Abedi’s younger brother said he knew generally about the plot but did not know where and when the blast would be, a Libyan militia spokesman told private broadcaster Libya’s Channel on Thursday.
Hashim Ramadan Abu Qassem al-Abedi spoke by phone with his brother Salman 15 minutes before the blast, the spokesman said.
The bomber’s brother was detained in Libya a day after the bombing by a militia nominally under the control of Libya’s interior ministry. The militia also arrested the brothers’ father, Ramadan al-Abedi.
What about the victims?
All 22 of those killed in the bomb attack at the Manchester Arena concert have now been named. Many were children, including an 8-year-old girl. Others were parents waiting to pick up their children from what was for many their first concert.
Family and friends have paid moving tributes to those lost. Dozens more were wounded, and as of Thursday, 23 survivors were in critical care in Manchester hospitals. Many suffered “horrific” and potentially life-changing injuries, a senior doctor said.
Grande posted a letter Friday on Twitter saying she would return to Manchester to perform a concert to raise money for the victims of the bombing and their families.
“The compassion, kindness, love, strength and oneness that you’ve shown one another this past week is the exact opposite of the heinous intentions it must take to pull off something as evil as what happened Monday,” she said.
What’s the mood in Manchester?
Politicians of all stripes have praised the people of Manchester for their spirit of unity and resilience in the wake of the attack.
Banks of flowers and balloons have been left in a city center square in tribute to the victims, and residents have joined vigils in their memory.
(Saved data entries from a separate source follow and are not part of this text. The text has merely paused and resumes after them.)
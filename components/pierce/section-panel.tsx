import { memo, useDeferredValue, useMemo, useState } from 'react';
import { View } from 'react-native';
import { knotText } from '@/components/text/pierce-designer.ts';
import { laneText, sectionText } from '@/components/text/pierce.ts';
import { useLayout } from '@/components/theme/layout.ts';
import { space } from '@/components/theme/space.ts';
import { Choice } from '@/components/ui/choice.tsx';
import { Panel } from '@/components/ui/panel.tsx';
import { Stack } from '@/components/ui/stack.tsx';
import { Small } from '@/components/ui/text.tsx';
import { useUnitSystem } from '@/components/ui/unit-system.ts';
import type { MachineProfile, Nozzle } from '@/strategy/machine.ts';
import { DEFAULT_RESERVE_RULES, type ReserveRules, type Stage } from '@/strategy/pierce/index.ts';
import type { Ghost } from './ghost.ts';
import { KnotEditor } from './knot-editor.tsx';
import type { KnotEditing } from './knot-editing.ts';
import { targetMoved, targetValue, type Target } from './knots.ts';
import { SectionFigures, type SectionFiguresProps } from './section-figures.tsx';
import { laneNames, type LaneName } from './section-layout.ts';
import { SectionView } from './section-view.tsx';
import { useFrameState } from './use-frame-state.web.ts';
import { predicted, type LivePrediction } from './use-prediction.ts';

/** What the drawing changes when something in it is moved. */
export type SectionEdit = {
  readonly profile: MachineProfile;
  readonly nozzle: Nozzle;
  readonly onStages: (change: (stages: readonly Stage[]) => readonly Stage[], field: string) => void;
  readonly onSettle: () => void;
  readonly onChoose: (stage: number) => void;
};

type SectionPanelProps = Pick<SectionFiguresProps, 'content' | 'machine' | 'nozzle'> & {
  live: LivePrediction;
  chosen: number | null;
  ghosts?: readonly Ghost[];
  /** Null where the numbers can't be changed now. */
  edit?: SectionEdit | null;
  /** The least reserves the plant asks for. */
  rules?: ReserveRules;
};

/** The section with its lanes, and the title block that says what it is of. On a phone one lane at a time. */
export function SectionPanel({
  live,
  content,
  machine,
  nozzle,
  chosen,
  ghosts,
  edit = null,
  rules = DEFAULT_RESERVE_RULES,
}: SectionPanelProps) {
  const { wide } = useLayout();
  const system = useUnitSystem();
  const [lane, setLane] = useState<LaneName>('meanPower');
  const [chosenTarget, setTarget] = useState<Target | null>(null);
  const [preview, setPreview] = useFrameState<{ target: Target; value: number } | null>(null);

  const lanes = wide ? laneNames : [lane];
  // while something is dragged only this panel is drawn anew; the form gets the number when it is let go
  const dragged = useMemo(
    () => (preview && edit ? previewed(live, preview, edit, rules) : null),
    [live, preview, edit, rules],
  );
  const shown = dragged ?? live;
  // the drawing follows the finger in each frame; figures and field as soon as there is time beside it
  const later = useDeferredValue(dragged);
  const told = dragged && later ? later : shown;
  const { stages } = shown.content;
  const inSight = (target: Target) => target.kind === 'duration' || lanes.includes(target.lane);
  const target =
    chosenTarget && inSight(chosenTarget) && targetValue(stages, chosenTarget) !== null ? chosenTarget : null;

  // the same while something is dragged, so that what isn't moved need not be drawn again
  const editing = useMemo<KnotEditing | undefined>(
    () =>
      edit
        ? {
            profile: edit.profile,
            target,
            onTarget: (next) => {
              setTarget(next);
              edit.onChoose(next.stage);
            },
            onPreview: setPreview,
            onCommit: (moved, value) =>
              edit.onStages((before) => targetMoved(before, moved, value), `knot ${JSON.stringify(moved)}`),
            onSettle: edit.onSettle,
          }
        : undefined,
    [edit, target, setPreview],
  );

  return (
    <Stack gap="m">
      <Panel flush>
        <View style={{ padding: wide ? space.l : space.s, paddingBottom: space.s }}>
          <SectionView
            prediction={shown.prediction}
            stages={stages}
            system={system}
            lanes={lanes}
            chosen={chosen}
            depth={wide ? 260 : 190}
            laneBox={wide ? 56 : 110}
            ghosts={ghosts}
            held={dragged ? live.content.stages : undefined}
            editing={editing}
          />
        </View>
        {editing && (
          <View style={{ padding: wide ? space.l : space.m, paddingTop: 0 }}>
            {target ? (
              <KnotEditor key={JSON.stringify(target)} stages={told.content.stages} {...{ editing, target, system }} />
            ) : (
              <Small>{knotText.none}</Small>
            )}
          </View>
        )}
      </Panel>
      {!wide && <LaneChoice lane={lane} onLane={setLane} />}
      <SectionFigures shown={told} {...{ content, machine, nozzle, rules }} />
    </Stack>
  );
}

/** On a phone: which lane stands under the section. */
const LaneChoice = memo(function LaneChoice({ lane, onLane }: { lane: LaneName; onLane: (lane: LaneName) => void }) {
  const { width } = useLayout();
  return (
    <Choice
      label={sectionText.lanes}
      // four words beside each other need this much
      kind={width < 372 ? 'list' : 'segments'}
      options={laneNames.map((name) => ({ value: name, label: laneText[name].short }))}
      value={lane}
      onChange={onLane}
    />
  );
});

/** The drawing as it would be if what is dragged were let go now; with the last prediction where the model can't follow. */
function previewed(
  live: LivePrediction,
  { target, value }: { target: Target; value: number },
  { profile, nozzle }: SectionEdit,
  rules: ReserveRules,
): LivePrediction {
  const stages = targetMoved(live.content.stages, target, value).map(({ duration, from, to }) => ({
    duration,
    from: { ...from },
    to: { ...to },
  }));
  const content = { ...live.content, stages };
  return { prediction: predicted(content, profile, nozzle, rules) ?? live.prediction, content, behind: false };
}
An armed policeman was snapped blowing a kiss to a group of people holding a “free hugs” sign, and street artists have painted new murals to honor the victims.
However, there is a darker side to life in the city in the wake of the bombing. Reports of hate crimes have spiked, from 28 — a typical number — on Monday to 56 on Wednesday, police said.
These can’t be directly linked to Monday’s bombing, Hopkins said, but police are monitoring the situation.